Use the following tutorials to learn how to accomplish common guardrail tasks using the NeMo Guardrails microservice.

Quickstart with Docker Compose

Quickstart with Docker Compose. This is for developers to experiment with the microservice before deploying it in production.

nemo-guardrails docker compose local development data scientists

NeMo Guardrails Quickstart Using Docker Compose

NeMo Guardrails Tutorials

Tutorials for common guardrail tasks. This is using Helm installation for get you prepared for production setup.

nemo-guardrails helm kubernetes data scientists

Guardrail Tutorials

API Usage Guides#

The following guides provide detailed information on how to perform common guardrail operations using the NeMo Guardrails microservice APIs, both in the NeMo Microservices Python SDK or directly with the REST API.

Manage Guardrail Configurations

Manage guardrail configurations.

Manage Guardrail Configs

Check Guardrails

Check content with input and output guardrails.

Checking a Guardrail

Run Inference with Guardrails

Run inference and apply safety checks.

Running Inference with Guardrails

Manage Accessing Models

When deployed individually, use the REST API to configure access to models.

Manage NeMo Guardrails Access to Models

Differences between the Guardrails Microservice and the Toolkit#

The NeMo Guardrails microservice is powered by the open-source NeMo Guardrails toolkit and runs in a containerized environment for guardrail operations with other infrastructure microservices.
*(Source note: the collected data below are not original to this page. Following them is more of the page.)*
def test_rows_of_a_regression_run_and_the_errors_a_user_can_make(runs, tmp_path):
    out = tmp_path / "r.csv"
    _run("report", runs / "regression", "--rows", out)
    t = pacsv.read_csv(out)
    ens = baggr.load(runs / "regression" / "model.npz")
    np.testing.assert_allclose(t.column("prediction").to_numpy(), ens.oob.prediction, rtol=1e-15)
    r = _run("report", runs / "regression", "--rows", out, ok=False)
    assert r.returncode == 2 and "already exists" in r.stderr
    r = _run("report", runs / "regression", "--rows", tmp_path / "r.txt", ok=False)
    assert r.returncode == 2 and "--rows must end in" in r.stderr
    r = _run("report", runs / "regression", "--rows", tmp_path / "k.csv", "--keep", "nope", ok=False)
    assert r.returncode == 2 and "no column 'nope'" in r.stderr
    r = _run("report", runs / "regression" / "model.npz", "--rows", tmp_path / "k.csv", "--keep", "x1", ok=False)
    assert r.returncode == 2 and "--keep needs a run directory" in r.stderr
    r = _run("report", runs / "regression", "--keep", "x1", ok=False)
    assert r.returncode == 2 and "--keep goes with --rows" in r.stderr


def test_figures_are_written_as_png_and_svg(runs, tmp_path):
    _run("report", runs / "classes", "--figures", tmp_path / "figs")
    names = sorted(os.listdir(tmp_path / "figs"))
    assert names == sorted(f"{n}.{e}" for n in ("curve", "measure", "importance", "confusion", "reliability")
                           for e in ("png", "svg"))
    assert (tmp_path / "figs" / "curve.png").read_bytes()[:8] == b"\x89PNG\r\n\x1a\n"   # the PNG signature
    assert b"<svg" in (tmp_path / "figs" / "confusion.svg").read_bytes()[:400]
    _run("report", runs / "regression", "--figures", tmp_path / "rfigs")
    assert sorted(os.listdir(tmp_path / "rfigs")) == sorted(f"{n}.{e}" for n in ("curve", "measure", "reliability")
                                                            for e in ("png", "svg"))
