"""Paired comparisons (baggr.oob.paired) checked against scipy, textbook examples and brute force."""
import math

import numpy as np
import pytest
from scipy import stats

from baggr.oob import paired


@pytest.mark.parametrize("b,c", [(0, 0), (0, 1), (3, 3), (1, 9), (9, 1), (12, 30), (150, 86), (0, 25),
                                 (480, 520), (1200, 1330), (20_000, 20_500), (3, 4000)])
def test_mcnemar_p_equals_scipy_binomtest_on_the_discordant_rows(b, c):
    want = stats.binomtest(b, b + c, 0.5).pvalue if b + c else 1.0   # scipy.stats.binomtest, two-sided
    assert paired.mcnemar_p(b, c) == pytest.approx(want, rel=1e-9, abs=1e-300)


def test_binomial_half_cdf_equals_scipy_on_both_paths():
    for n, k in [(10, 3), (1999, 950), (2001, 950), (50_000, 24_700), (400_000, 199_000)]:
        assert paired.binomial_half_cdf(k, n) == pytest.approx(stats.binom.cdf(k, n, 0.5), rel=1e-8)  # scipy


def test_error_difference_p_is_binomtest_of_random_discordant_rows():
    rng = np.random.default_rng(3)
    for _ in range(20):
        n = int(rng.integers(50, 3000))
        wa = rng.random(n) < 0.2
        wb = np.where(rng.random(n) < 0.8, wa, rng.random(n) < 0.3)
        r = paired.error_difference(wa, wb)
        b, c = int(np.sum(wa & ~wb)), int(np.sum(wb & ~wa))
        want = stats.binomtest(b, b + c, 0.5).pvalue if b + c else 1.0   # scipy.stats.binomtest
        assert r.p_value == pytest.approx(want, rel=1e-9)
        assert r.difference == pytest.approx(wa.mean() - wb.mean(), abs=1e-15)
        assert r.interval[0] < r.difference + 0.01 and r.difference - 0.01 < r.interval[1]


def test_error_difference_on_agrestis_approval_ratings():
    """Agresti, Categorical Data Analysis (2002), sec. 10.1.1 (from memory): 1600 people asked twice,
    794 approve both times, 150 approve then not, 86 not then approve, 570 neither; the difference
    of the approval shares is 0.04 with a Wald standard error of 0.0095 and McNemar's z = 4.17."""
    first = np.repeat([1, 1, 0, 0], [794, 150, 86, 570]).astype(bool)
    second = np.repeat([1, 0, 1, 0], [794, 150, 86, 570]).astype(bool)
    r = paired.error_difference(first, second)
    assert r.difference == pytest.approx(0.04)
    assert r.se == pytest.approx(0.0095, abs=0.0002)      # Agresti-Min adds 1/2 a cell: 0.00956
    assert r.interval[0] == pytest.approx(0.02, abs=0.002) and r.interval[1] == pytest.approx(0.06, abs=0.002)
    assert (150 - 86) / math.sqrt(150 + 86) == pytest.approx(4.17, abs=0.01)
    assert r.p_value < 1e-4                                 # exact test agrees with z = 4.17 (p = 3e-5)


def test_mean_difference_is_the_normal_interval_on_per_row_differences():
    rng = np.random.default_rng(5)
    a = rng.gamma(2.0, 0.3, 800)
    b = a + rng.normal(0.02, 0.1, 800)
    r = paired.mean_difference(a, b)
    d = a - b
    se = stats.sem(d)                                    # scipy.stats.sem (ddof=1)
    assert r.se == pytest.approx(se, rel=1e-12)
    assert r.interval == pytest.approx((d.mean() - 1.959964 * se, d.mean() + 1.959964 * se), rel=1e-6)
    assert r.p_value == pytest.approx(2 * stats.norm.sf(abs(d.mean() / se)), rel=1e-9)   # scipy.stats.norm


def test_stratified_mean_difference_equals_the_sum_of_per_stratum_variances():
    rng = np.random.default_rng(8)
    y = np.repeat([0, 1, 2], [500, 120, 40])
    d = rng.random(y.shape[0]) < np.array([0.1, 0.3, 0.5])[y]
    w = (1.0 / (3 * np.bincount(y)))[y]
    r = paired.mean_difference(d.astype(float), np.zeros(y.shape[0]), weights=w)
    # balanced error = mean of per-class error rates; variance of a mean of independent class means
    # (textbook: stratified sampling, Cochran 1977, eq. 5.6)
    rates = [d[y == k].mean() for k in range(3)]
    var = sum(d[y == k].var(ddof=1) / (y == k).sum() for k in range(3)) / 9
    assert r.difference == pytest.approx(np.mean(rates), rel=1e-12)
    assert r.se == pytest.approx(math.sqrt(var), rel=1e-12)


def _auc(scores, pos):
    """AUC by its definition over all (positive, negative) pairs, ties counting 1/2 (Hanley & McNeil 1982)."""
    x, y = scores[pos][:, None], scores[~pos][None, :]
    return float(np.mean((x > y) + 0.5 * (x == y)))


def test_pairwise_auc_is_scipy_mann_whitney_u():
    rng = np.random.default_rng(4)
    s, pos = np.round(rng.normal(size=200), 1), rng.random(200) < 0.3
    u = stats.mannwhitneyu(s[pos], s[~pos]).statistic               # scipy.stats.mannwhitneyu
    assert _auc(s, pos) == pytest.approx(u / (pos.sum() * (~pos).sum()), rel=1e-12)
    assert paired.placements(s, pos)[2] == pytest.approx(u / (pos.sum() * (~pos).sum()), rel=1e-12)


def test_delong_auc_is_mann_whitney_and_its_variance_the_two_sample_jackknife():
    """DeLong et al. (1988): the AUC is the Mann-Whitney statistic; its variance estimate equals the
    two-sample jackknife (Arvesen 1969: leave out one positive, then one negative), checked here by
    recomputing the AUC difference with each row left out, by brute force."""
    rng = np.random.default_rng(11)
    n = 160
    pos = rng.random(n) < 0.4
    truth = pos * 1.0 + rng.normal(0, 1, n)
    sa = np.round(truth + rng.normal(0, 0.5, n), 1)       # rounded: ties, as vote shares have
    sb = np.round(truth + rng.normal(0, 0.9, n), 1)
    r = paired.auc_difference(sa, sb, pos)
    assert r.difference == pytest.approx(_auc(sa, pos) - _auc(sb, pos), abs=1e-12)
    total = 0.0
    for group in (pos, ~pos):
        idx = np.flatnonzero(group)
        k = idx.shape[0]
        th = np.array([_auc(np.delete(sa, i), np.delete(pos, i)) - _auc(np.delete(sb, i), np.delete(pos, i))
                       for i in idx])
        total += (k - 1) / k * np.sum((th - th.mean()) ** 2)
    assert r.se ** 2 == pytest.approx(total, rel=1e-9)
    assert r.p_value == pytest.approx(2 * stats.norm.sf(abs(r.difference) / r.se), rel=1e-9)


def test_macro_auc_difference_variance_agrees_with_the_jackknife():
    """Three classes: the macro one-vs-rest AUC difference's variance against the ordinary
    delete-one jackknife over rows (Quenouille-Tukey; textbook, e.g. Efron & Tibshirani 1993 ch. 11),
    by brute force; the two are first-order equal, so within 10%."""
    rng = np.random.default_rng(2)
    n, C = 150, 3
    y = rng.integers(0, C, n)
    def shares(noise):
        s = np.eye(C)[y] * 1.5 + rng.normal(0, noise, (n, C))
        s = np.exp(s)
        return s / s.sum(axis=1, keepdims=True)
    sa, sb = shares(1.0), shares(1.4)

    def macro(s, yy):
        return np.mean([_auc(s[:, k], yy == k) for k in range(C)])
    r = paired.macro_auc_difference(sa, sb, y, C)
    assert r.difference == pytest.approx(macro(sa, y) - macro(sb, y), abs=1e-12)
    th = np.array([macro(np.delete(sa, i, 0), np.delete(y, i)) - macro(np.delete(sb, i, 0), np.delete(y, i))
                   for i in range(n)])
    jack = (n - 1) / n * np.sum((th - th.mean()) ** 2)
    assert r.se ** 2 == pytest.approx(jack, rel=0.10)


def test_holm_on_the_worked_example():
    """The worked example of the Holm-Bonferroni method (Wikipedia, "Holm-Bonferroni method", from
    memory): p = 0.01, 0.04, 0.03, 0.005 at alpha 0.05 rejects H1 and H4 only; the adjusted values
    are 4 x 0.005 = 0.02, 3 x 0.01 = 0.03, max(0.03, 2 x 0.03) = 0.06, max(0.06, 0.04) = 0.06."""
    adj = paired.holm([0.01, 0.04, 0.03, 0.005])
    assert adj == pytest.approx([0.03, 0.06, 0.06, 0.02])
    assert [a <= 0.05 for a in adj] == [True, False, False, True]
    assert paired.holm([0.5, float("nan"), 0.9])[0] == pytest.approx(1.0)   # two counted, capped at 1
    assert math.isnan(paired.holm([0.5, float("nan"), 0.9])[1])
The following list identifies the differences between the NeMo Guardrails microservice and the NeMo Guardrails open-source toolkit.

Certain toolkit server features are unavailable in the microservice, such as threads and the chat user interface.
The microservice supports Colang 1.0 guardrail configurations only.
The microservice supports NIM for LLMs and LLMs hosted on an OpenAI-compatible API endpoint.
The API is OpenAI compatible, with the addition of the guardrails field in the request body and the guardrails_data field in the response body.
In the microservice, the LLM provider is determined by the model field that is specified in the HTTP request. In the toolkit, the LLM provider is determined by the guardrail configuration.
The microservice supports a default guardrail configuration that is used when no guardrail configuration is specified as part of an HTTP request.